PROBLEM -> Down to the last line, copy the records below without any change.

━━━━━ DATA PROVIDED ━━━━━

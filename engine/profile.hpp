// Analysis settings for one kind of test: offsets, modulus window, yield and
// break rules, n-value range and strain-rate limits. Plain values; defaults
// suit ISO 6892-1 Method A on metals. Validation lives with the config loader.
#pragma once

#include <optional>
#include <string>
#include <vector>

namespace tensile {

// Phases of a test for strain-rate compliance (ISO 6892-1 Method A).
enum class RatePhase { elastic, yielding, plastic };
inline constexpr int rate_phase_count = 3;
const char* name_of(RatePhase phase);

struct RateBand {
    double min_per_s = 0;  // strain rate limits, 1/s; 0 and 0 means 'not checked'
    double max_per_s = 0;
};

struct StressWindow {
    double low_MPa = 0;
    double high_MPa = 0;
};

struct Profile {
    std::string name = "iso6892-1-method-a";

    std::vector<double> proof_offsets_pct{0.2};      // Rp x, plastic extension in %
    std::vector<double> total_extensions_pct{0.5};   // Rt x, total extension in %

    // Modulus: a fixed stress window, or automatic (steepest well-fitted segment).
    std::optional<StressWindow> modulus_window;
    double modulus_min_r2 = 0.995;        // candidate windows must fit at least this well
    double modulus_window_share = 0.15;   // candidate window width, share of the top stress so far
    double modulus_slope_tolerance = 0.03;  // neighbours within this share of the steepest join the fit

    // Discontinuous yielding: an upper yield is a maximum followed by a drop of at
    // least yield_drop_pct and then yield_drop_strain_pct of strain below it
    // (the usual computer rule for ISO 6892-1, from memory), before
    // yield_max_plastic_pct of plastic strain.
    double yield_drop_pct = 0.5;
    double yield_drop_strain_pct = 0.05;
    double yield_max_plastic_pct = 2.0;

    // n-value (ISO 10275): true stress on true plastic strain, over engineering strain range.
    double n_from_pct = 10.0;
    double n_to_pct = 20.0;

    // Break onset: force falling faster than break_rate_per_s·Fm per second over
    // break_window_s. Fracture: force below fracture_share of its value at break onset.
    double break_rate_per_s = 5.0;
    double break_window_s = 0.02;
    double fracture_share = 0.5;

    // Strain rate over a sliding window, checked against one band per phase.
    // Defaults: ISO 6892-1 Method A, each range ±20 % (from memory, see REFERENCES
    // ISO6892-MethodA): elastic ranges 1–2, yielding ranges 2–3, plastic ranges 2–4.
    double rate_window_s = 1.0;
    RateBand rate_bands[rate_phase_count]{
        {0.00007 * 0.8, 0.00025 * 1.2},
        {0.00025 * 0.8, 0.002 * 1.2},
        {0.00025 * 0.8, 0.0067 * 1.2},
    };

    // Extensometer: travel limit in mm (0 = unknown) and the per-frame jump, as a
    // share of L0, that counts as the extensometer slipping or being removed.
    double extensometer_range_mm = 0;
    double extensometer_jump_share = 0.002;
};

}  // namespace tensile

━━━━━

FINAL ANSWER ->
filename engine/profile.hpp
// Analysis settings for one kind of test: offsets, modulus window, yield and
// break rules, n-value range and strain-rate limits. Plain values; defaults
// suit ISO 6892-1 Method A on metals. Validation lives with the config loader.
#pragma once

#include <optional>
#include <string>
#include <vector>

namespace tensile {

// Phases of a test for strain-rate compliance (ISO 6892-1 Method A).
enum class RatePhase { elastic, yielding, plastic };
inline constexpr int rate_phase_count = 3;
const char* name_of(RatePhase phase);

struct RateBand {
    double min_per_s = 0;  // strain rate limits, 1/s; 0 and 0 means 'not checked'
    double max_per_s = 0;
};

struct StressWindow {
    double low_MPa = 0;
    double high_MPa = 0;
};

struct Profile {
    std::string name = "iso6892-1-method-a";

    std::vector<double> proof_offsets_pct{0.2};      // Rp x, plastic extension in %
    std::vector<double> total_extensions_pct{0.5};   // Rt x, total extension in %

    // Modulus: a fixed stress window, or automatic (steepest well-fitted segment).
    std::optional<StressWindow> modulus_window;
    double modulus_min_r2 = 0.995;        // candidate windows must fit at least this well
    double modulus_window_share = 0.15;   // candidate window width, share of the top stress so far
    double modulus_slope_tolerance = 0.03;  // neighbours within this share of the steepest join the fit

    // Discontinuous yielding: an upper yield is a maximum followed by a drop of at
    // least yield_drop_pct and then yield_drop_strain_pct of strain below it
    // (the usual computer rule for ISO 6892-1, from memory), before
    // yield_max_plastic_pct of plastic strain.
    double yield_drop_pct = 0.5;
    double yield_drop_strain_pct = 0.05;
    double yield_max_plastic_pct = 2.0;

    // n-value (ISO 10275): true stress on true plastic strain, over engineering strain range.
    double n_from_pct = 10.0;
    double n_to_pct = 20.0;

    // Break onset: force falling faster than break_rate_per_s·Fm per second over
    // break_window_s. Fracture: force below fracture_share of its value at break onset.
    double break_rate_per_s = 5.0;
    double break_window_s = 0.02;
    double fracture_share = 0.5;

    // Strain rate over a sliding window, checked against one band per phase.
    // Defaults: ISO 6892-1 Method A, each range ±20 % (from memory, see REFERENCES
    // ISO6892-MethodA): elastic ranges 1–2, yielding ranges 2–3, plastic ranges 2–4.
    double rate_window_s = 1.0;
    RateBand rate_bands[rate_phase_count]{
        {0.00007 * 0.8, 0.00025 * 1.2},
        {0.00025 * 0.8, 0.002 * 1.2},
        {0.00025 * 0.8, 0.0067 * 1.2},
    };

    // Extensometer: travel limit in mm (0 = unknown) and the per-frame jump, as a
    // share of L0, that counts as the extensometer slipping or being removed.
    double extensometer_range_mm = 0;
    double extensometer_jump_share = 0.002;
};

}  // namespace tensile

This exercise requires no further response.